**TASK PROMPT:** Across the records, how many lines contain "boolean"? Answer with the number alone.

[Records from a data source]
• • • • • • •
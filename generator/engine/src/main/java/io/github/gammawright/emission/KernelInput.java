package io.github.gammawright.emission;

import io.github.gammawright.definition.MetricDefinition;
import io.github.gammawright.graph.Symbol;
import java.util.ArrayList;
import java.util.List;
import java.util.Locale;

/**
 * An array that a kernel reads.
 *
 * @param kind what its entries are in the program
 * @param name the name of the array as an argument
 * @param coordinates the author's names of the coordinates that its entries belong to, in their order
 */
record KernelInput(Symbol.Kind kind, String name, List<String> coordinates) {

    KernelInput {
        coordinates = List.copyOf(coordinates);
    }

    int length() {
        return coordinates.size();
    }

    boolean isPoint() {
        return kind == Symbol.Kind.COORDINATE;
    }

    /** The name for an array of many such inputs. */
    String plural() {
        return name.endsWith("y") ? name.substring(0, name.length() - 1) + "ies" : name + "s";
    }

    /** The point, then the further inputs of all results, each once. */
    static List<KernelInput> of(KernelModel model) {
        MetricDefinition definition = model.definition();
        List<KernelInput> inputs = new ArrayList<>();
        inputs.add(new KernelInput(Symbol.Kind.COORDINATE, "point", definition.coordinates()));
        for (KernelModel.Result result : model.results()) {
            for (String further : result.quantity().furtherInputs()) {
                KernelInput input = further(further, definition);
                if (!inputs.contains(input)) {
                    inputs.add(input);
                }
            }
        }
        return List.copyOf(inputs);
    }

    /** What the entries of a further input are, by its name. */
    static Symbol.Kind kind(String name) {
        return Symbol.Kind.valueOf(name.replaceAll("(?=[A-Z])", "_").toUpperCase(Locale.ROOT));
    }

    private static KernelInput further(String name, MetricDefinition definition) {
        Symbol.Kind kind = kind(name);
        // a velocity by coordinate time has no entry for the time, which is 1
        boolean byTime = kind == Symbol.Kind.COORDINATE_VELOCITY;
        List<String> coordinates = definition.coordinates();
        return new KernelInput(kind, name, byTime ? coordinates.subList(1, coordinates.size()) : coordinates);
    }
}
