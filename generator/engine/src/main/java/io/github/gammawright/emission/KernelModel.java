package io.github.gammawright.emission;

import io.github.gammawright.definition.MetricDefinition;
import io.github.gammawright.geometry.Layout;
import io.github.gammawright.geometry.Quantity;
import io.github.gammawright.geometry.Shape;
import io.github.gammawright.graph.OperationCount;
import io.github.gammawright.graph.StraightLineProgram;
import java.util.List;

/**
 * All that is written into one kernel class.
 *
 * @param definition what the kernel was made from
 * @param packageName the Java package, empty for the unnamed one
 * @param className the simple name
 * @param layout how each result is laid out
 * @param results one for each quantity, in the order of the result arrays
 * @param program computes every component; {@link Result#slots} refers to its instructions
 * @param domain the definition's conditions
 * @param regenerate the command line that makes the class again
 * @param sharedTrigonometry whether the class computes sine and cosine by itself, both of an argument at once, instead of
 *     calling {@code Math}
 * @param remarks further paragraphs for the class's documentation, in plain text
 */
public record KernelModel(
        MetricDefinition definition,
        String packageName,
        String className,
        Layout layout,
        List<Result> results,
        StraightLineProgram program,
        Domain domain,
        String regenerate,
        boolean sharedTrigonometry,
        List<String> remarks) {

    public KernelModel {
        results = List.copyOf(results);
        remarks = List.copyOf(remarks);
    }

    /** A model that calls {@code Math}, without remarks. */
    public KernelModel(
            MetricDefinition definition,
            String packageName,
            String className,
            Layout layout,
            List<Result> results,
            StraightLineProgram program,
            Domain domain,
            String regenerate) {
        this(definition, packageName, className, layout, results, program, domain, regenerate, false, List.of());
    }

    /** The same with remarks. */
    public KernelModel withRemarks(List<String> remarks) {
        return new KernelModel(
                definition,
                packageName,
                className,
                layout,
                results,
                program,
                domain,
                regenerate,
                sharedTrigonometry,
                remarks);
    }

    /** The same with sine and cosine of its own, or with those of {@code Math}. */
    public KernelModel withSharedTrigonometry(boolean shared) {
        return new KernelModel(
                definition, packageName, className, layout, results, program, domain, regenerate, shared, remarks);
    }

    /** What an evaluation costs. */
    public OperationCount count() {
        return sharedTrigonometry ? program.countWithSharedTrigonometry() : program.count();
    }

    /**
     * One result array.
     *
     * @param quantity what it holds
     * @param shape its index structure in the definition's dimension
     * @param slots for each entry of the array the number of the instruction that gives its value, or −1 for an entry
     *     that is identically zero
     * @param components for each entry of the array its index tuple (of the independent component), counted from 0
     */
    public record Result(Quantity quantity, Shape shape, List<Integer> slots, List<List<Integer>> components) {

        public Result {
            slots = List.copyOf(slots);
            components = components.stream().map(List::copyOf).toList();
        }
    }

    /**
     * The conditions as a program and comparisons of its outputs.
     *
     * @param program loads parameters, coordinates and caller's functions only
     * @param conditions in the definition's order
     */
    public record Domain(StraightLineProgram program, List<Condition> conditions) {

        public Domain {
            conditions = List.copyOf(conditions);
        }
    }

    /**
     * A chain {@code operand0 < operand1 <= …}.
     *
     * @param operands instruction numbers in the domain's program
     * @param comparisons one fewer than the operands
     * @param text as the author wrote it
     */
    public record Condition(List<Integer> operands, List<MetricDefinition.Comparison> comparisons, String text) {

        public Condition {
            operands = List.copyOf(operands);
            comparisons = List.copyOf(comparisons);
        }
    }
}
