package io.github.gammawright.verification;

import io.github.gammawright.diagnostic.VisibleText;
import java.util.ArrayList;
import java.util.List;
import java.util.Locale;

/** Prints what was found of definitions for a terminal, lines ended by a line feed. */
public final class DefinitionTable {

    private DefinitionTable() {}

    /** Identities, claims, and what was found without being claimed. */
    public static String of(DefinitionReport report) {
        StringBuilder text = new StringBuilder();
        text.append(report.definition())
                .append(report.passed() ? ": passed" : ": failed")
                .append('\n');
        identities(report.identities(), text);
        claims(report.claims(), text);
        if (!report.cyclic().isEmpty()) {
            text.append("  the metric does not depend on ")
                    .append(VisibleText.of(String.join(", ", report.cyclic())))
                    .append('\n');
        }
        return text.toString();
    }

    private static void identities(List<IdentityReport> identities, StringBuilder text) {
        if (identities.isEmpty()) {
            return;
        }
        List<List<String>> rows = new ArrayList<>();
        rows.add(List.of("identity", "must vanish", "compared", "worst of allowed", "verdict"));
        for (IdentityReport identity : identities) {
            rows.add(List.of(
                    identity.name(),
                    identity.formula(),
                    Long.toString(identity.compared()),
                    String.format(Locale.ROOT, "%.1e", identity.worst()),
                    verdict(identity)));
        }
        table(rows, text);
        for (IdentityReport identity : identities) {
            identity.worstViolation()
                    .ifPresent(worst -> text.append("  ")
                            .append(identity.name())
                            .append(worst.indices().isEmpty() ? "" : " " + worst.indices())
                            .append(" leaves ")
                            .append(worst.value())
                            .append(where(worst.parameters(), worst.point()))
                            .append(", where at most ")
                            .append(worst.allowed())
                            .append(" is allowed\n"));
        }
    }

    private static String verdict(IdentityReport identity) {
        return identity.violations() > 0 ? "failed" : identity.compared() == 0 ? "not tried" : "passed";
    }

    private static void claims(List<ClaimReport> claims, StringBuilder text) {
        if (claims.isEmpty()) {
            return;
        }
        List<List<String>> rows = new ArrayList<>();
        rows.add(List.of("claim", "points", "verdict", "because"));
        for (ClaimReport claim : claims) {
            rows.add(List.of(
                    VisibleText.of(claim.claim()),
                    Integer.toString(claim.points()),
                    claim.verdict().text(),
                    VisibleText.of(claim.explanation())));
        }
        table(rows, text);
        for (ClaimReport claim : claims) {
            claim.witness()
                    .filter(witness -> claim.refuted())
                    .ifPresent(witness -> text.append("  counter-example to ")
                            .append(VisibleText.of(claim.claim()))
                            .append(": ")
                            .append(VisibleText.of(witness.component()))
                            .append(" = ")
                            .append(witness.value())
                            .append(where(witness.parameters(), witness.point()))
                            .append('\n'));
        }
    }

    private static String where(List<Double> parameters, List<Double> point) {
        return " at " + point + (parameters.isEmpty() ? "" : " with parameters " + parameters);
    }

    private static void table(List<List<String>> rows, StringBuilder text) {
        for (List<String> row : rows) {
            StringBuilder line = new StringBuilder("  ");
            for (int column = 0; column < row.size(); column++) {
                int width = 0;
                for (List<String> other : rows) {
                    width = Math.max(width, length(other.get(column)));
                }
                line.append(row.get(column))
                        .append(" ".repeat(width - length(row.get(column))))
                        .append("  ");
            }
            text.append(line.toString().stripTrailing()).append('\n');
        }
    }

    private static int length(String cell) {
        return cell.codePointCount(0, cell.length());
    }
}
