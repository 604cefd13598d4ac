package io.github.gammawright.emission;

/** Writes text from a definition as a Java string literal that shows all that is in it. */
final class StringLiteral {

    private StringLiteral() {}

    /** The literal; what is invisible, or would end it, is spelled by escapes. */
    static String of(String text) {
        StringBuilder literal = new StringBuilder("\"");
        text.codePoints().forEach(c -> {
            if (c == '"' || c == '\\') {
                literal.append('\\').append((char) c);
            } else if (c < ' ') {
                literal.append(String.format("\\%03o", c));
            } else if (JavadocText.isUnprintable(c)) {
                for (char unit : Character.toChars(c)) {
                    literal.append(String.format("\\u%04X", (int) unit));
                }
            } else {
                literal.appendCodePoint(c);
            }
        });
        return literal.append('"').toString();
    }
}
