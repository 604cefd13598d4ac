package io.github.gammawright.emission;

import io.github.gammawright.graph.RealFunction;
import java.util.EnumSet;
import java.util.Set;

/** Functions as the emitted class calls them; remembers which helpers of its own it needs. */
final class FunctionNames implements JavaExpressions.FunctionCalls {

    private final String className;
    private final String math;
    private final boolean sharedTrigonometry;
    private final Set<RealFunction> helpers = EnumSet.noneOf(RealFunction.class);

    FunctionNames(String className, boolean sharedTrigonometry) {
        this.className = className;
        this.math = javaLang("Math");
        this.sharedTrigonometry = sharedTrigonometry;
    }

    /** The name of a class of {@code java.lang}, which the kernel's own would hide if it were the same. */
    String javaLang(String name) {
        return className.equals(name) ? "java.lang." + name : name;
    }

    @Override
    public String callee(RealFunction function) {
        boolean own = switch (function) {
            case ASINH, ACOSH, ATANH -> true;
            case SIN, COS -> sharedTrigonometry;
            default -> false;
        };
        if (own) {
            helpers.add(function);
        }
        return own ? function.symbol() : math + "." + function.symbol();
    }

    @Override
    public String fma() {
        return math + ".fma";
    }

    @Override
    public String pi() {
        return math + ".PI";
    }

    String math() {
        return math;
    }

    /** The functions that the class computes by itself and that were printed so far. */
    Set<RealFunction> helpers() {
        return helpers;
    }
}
• • • • • • •
**RESPONSE BOX:** 7